What to produce: Every line of the records that contains "with" should be tallied, and only the resulting number returned.

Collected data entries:
=== Begin Enclosure ===

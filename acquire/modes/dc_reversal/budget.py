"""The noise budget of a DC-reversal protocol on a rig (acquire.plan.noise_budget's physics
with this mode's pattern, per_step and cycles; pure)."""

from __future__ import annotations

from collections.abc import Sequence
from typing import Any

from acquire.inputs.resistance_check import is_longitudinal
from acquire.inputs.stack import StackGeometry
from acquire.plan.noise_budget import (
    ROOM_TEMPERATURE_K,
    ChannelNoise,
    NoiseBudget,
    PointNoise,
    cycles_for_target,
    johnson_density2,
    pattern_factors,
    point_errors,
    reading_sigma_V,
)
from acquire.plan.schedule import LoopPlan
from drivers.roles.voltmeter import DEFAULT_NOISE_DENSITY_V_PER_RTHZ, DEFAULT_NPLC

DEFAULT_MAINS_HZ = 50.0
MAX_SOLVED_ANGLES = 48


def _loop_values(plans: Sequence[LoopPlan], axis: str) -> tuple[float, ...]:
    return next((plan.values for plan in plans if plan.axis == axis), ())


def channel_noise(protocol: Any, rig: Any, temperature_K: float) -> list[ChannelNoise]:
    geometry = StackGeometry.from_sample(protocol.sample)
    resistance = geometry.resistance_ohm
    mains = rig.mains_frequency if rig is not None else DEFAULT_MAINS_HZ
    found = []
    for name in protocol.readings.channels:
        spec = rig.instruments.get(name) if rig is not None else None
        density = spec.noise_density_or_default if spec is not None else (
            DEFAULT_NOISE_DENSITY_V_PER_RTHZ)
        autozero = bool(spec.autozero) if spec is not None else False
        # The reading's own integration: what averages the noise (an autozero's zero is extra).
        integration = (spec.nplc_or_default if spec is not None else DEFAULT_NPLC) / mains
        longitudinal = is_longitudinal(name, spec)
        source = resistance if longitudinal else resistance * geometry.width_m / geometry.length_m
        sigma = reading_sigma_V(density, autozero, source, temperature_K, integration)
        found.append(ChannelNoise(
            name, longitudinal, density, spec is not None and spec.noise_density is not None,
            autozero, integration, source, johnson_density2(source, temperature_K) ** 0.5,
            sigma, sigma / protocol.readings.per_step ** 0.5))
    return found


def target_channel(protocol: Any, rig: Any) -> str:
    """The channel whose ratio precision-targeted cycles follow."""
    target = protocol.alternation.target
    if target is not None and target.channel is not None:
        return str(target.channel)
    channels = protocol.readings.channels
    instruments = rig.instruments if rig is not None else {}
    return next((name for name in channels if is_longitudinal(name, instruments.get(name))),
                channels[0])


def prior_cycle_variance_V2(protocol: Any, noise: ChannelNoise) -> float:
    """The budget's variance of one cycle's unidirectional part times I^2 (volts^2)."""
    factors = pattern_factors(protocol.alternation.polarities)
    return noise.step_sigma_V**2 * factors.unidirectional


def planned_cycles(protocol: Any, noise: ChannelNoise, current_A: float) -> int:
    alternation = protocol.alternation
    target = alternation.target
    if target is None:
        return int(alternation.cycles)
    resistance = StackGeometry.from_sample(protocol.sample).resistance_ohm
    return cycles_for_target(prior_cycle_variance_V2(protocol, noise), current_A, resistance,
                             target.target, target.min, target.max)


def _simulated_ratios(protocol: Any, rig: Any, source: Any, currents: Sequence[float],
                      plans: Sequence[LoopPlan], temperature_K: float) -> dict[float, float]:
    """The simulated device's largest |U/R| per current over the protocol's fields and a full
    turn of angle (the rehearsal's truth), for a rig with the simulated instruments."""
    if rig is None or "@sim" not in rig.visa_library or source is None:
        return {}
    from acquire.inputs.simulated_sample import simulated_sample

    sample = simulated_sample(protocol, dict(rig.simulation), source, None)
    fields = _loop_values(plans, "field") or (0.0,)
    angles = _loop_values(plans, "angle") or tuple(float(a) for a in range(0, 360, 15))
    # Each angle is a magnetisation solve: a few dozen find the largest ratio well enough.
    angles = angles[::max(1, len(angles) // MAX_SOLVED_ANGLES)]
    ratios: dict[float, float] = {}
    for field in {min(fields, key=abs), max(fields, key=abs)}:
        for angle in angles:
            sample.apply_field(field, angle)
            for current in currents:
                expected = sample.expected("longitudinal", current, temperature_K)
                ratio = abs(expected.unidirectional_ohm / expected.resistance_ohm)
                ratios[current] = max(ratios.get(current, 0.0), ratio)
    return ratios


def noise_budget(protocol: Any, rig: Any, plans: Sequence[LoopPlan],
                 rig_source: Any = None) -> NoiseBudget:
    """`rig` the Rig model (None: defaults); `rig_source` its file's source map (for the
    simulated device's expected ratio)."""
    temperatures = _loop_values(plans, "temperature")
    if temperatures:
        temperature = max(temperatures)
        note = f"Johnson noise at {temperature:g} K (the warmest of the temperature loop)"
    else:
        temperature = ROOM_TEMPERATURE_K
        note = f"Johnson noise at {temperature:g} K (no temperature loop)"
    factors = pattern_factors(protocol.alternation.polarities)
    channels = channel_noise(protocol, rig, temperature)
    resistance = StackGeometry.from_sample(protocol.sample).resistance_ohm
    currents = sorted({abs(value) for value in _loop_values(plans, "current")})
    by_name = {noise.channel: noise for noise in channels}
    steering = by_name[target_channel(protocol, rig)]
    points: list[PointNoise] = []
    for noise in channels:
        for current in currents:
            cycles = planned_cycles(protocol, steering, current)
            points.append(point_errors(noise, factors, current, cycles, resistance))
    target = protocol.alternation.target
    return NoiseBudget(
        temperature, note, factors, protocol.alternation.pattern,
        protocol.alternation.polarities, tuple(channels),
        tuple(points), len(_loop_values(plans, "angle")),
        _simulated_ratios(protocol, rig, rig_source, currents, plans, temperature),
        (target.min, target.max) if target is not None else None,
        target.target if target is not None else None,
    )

=== End Enclosure ===

Result of this task: 2